PROBLEM → Say how many lines in the following data hold the word "export". Write nothing but that number.

RECORDS FOR PROCESSING →
● ● ● ● ● ● ●

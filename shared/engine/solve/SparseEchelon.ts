import type { Field, Vec } from '../fields/Field';
import { Cancelled } from '../reduce/Cancelled';

/**
 * Incremental row echelon form of sparse vectors, for ranks of large sparse
 * matrices (Gaussian elimination, left-looking by rows).
 *
 * Each stored pivot row is reduced against every earlier pivot, so when a new
 * row is reduced by pivots in increasing creation order, eliminating with
 * pivot i can only create entries under later pivots: a min-heap of pivot
 * numbers therefore visits each pivot at most once per row. In the real
 * field the pivot of a row is its largest entry (stable partial pivoting),
 * and a row whose entries are all within tolerance · scale counts as zero;
 * exact fields take the lowest column.
 */
export class SparseEchelon<E> {
  private readonly F: Field<E>;
  private readonly scale: number;
  private readonly pivotOfCol: Int32Array;
  private readonly pivotCols: number[] = [];
  private readonly pivotInv: E[] = [];
  private readonly rowCols: Int32Array[] = [];
  private readonly rowVals: Vec<E>[] = [];
  private readonly work: Vec<E>;
  private readonly mark: Int32Array;
  private stamp = 0;
  private heap = new Int32Array(64);
  private heapMark = new Int32Array(64);
  smallestPivot = Infinity;
  largestDropped = 0;

  constructor(F: Field<E>, nCols: number, scale: number) {
    this.F = F;
    this.scale = scale;
    this.pivotOfCol = new Int32Array(nCols).fill(-1);
    this.work = F.newVec(nCols);
    this.mark = new Int32Array(nCols);
  }

  get rank(): number {
    return this.pivotCols.length;
  }

  /** Add a row; returns true when it was independent of the rows so far. */
  insert(cols: ArrayLike<number>, vals: ArrayLike<E>): boolean {
    const F = this.F;
    const work = this.work;
    const mark = this.mark;
    const stamp = ++this.stamp;
    const touched: number[] = [];
    let heapSize = 0;
    if (this.heapMark.length < this.pivotCols.length) {
      this.heapMark = new Int32Array(this.pivotCols.length * 2);
    }
    const heapPush = (p: number) => {
      if (this.heapMark[p] === stamp) return;
      this.heapMark[p] = stamp;
      if (heapSize === this.heap.length) {
        const h = new Int32Array(this.heap.length * 2);
        h.set(this.heap);
        this.heap = h;
      }
      const heap = this.heap;
      let i = heapSize++;
      heap[i] = p;
      while (i > 0) {
        const parent = (i - 1) >> 1;
        if (heap[parent] <= heap[i]) break;
        [heap[parent], heap[i]] = [heap[i], heap[parent]];
        i = parent;
      }
    };
    const heapPop = () => {
      const heap = this.heap;
      const top = heap[0];
      heap[0] = heap[--heapSize];
      let i = 0;
      for (;;) {
        const l = 2 * i + 1;
        const r = l + 1;
        let m = i;
        if (l < heapSize && heap[l] < heap[m]) m = l;
        if (r < heapSize && heap[r] < heap[m]) m = r;
        if (m === i) break;
        [heap[m], heap[i]] = [heap[i], heap[m]];
        i = m;
      }
      return top;
    };
    const touch = (c: number) => {
      if (mark[c] !== stamp) {
        mark[c] = stamp;
        work[c] = F.zero;
        touched.push(c);
        const p = this.pivotOfCol[c];
        if (p >= 0) heapPush(p);
      }
    };
    for (let i = 0; i < cols.length; i++) {
      const c = cols[i];
      touch(c);
      work[c] = F.add(work[c], vals[i]);
    }
    while (heapSize > 0) {
      const p = heapPop();
      const pc = this.pivotCols[p];
      const v = work[pc];
      if (F.isZero(v)) continue;
      const factor = F.mul(v, this.pivotInv[p]);
      const rc = this.rowCols[p];
      const rv = this.rowVals[p];
      for (let i = 0; i < rc.length; i++) {
        const c = rc[i];
        touch(c);
        work[c] = F.sub(work[c], F.mul(factor, rv[i]));
      }
      work[pc] = F.zero;
    }
    let best = -1;
    let bestMag = 0;
    const real = F.kind === 'real';
    let kept = 0;
    for (const c of touched) {
      const v = work[c];
      if (F.negligible(v, this.scale)) {
        const m = F.magnitude(v);
        if (m > this.largestDropped && real) this.largestDropped = m;
        continue;
      }
      kept++;
      const m = F.magnitude(v);
      if (real ? m > bestMag : best < 0 || c < best) {
        best = c;
        bestMag = m;
      }
    }
    if (best < 0) return false;
    const rc = new Int32Array(kept);
    const rv = F.newVec(kept);
    let w = 0;
    for (const c of touched) {
      const v = work[c];
      if (F.negligible(v, this.scale)) continue;
      rc[w] = c;
      rv[w++] = v;
    }
    this.pivotOfCol[best] = this.pivotCols.length;
    this.pivotCols.push(best);
    this.pivotInv.push(F.inv(work[best]));
    this.rowCols.push(rc);
    this.rowVals.push(rv);
    if (real && bestMag < this.smallestPivot) this.smallestPivot = bestMag;
    return true;
  }
}

export interface SparseRows<E> {
  nCols: number;
  rows: { cols: Int32Array; vals: Vec<E> }[];
  scale: number;
}

/** Rank of a sparse matrix given by rows, with optional progress and cancel. */
export function sparseRank<E>(
  F: Field<E>,
  m: SparseRows<E>,
  control?: { tick?(fraction: number): void; shouldStop?(): boolean },
): { rank: number; smallestPivot: number; largestDropped: number } {
  const ech = new SparseEchelon(F, m.nCols, m.scale);
  for (let i = 0; i < m.rows.length; i++) {
    if ((i & 1023) === 0 && control) {
      control.tick?.(i / m.rows.length);
      if (control.shouldStop?.()) throw new Cancelled();
    }
    ech.insert(m.rows[i].cols, m.rows[i].vals);
  }
  return { rank: ech.rank, smallestPivot: ech.smallestPivot, largestDropped: ech.largestDropped };
}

● ● ● ● ● ● ●

RESPONSE → 3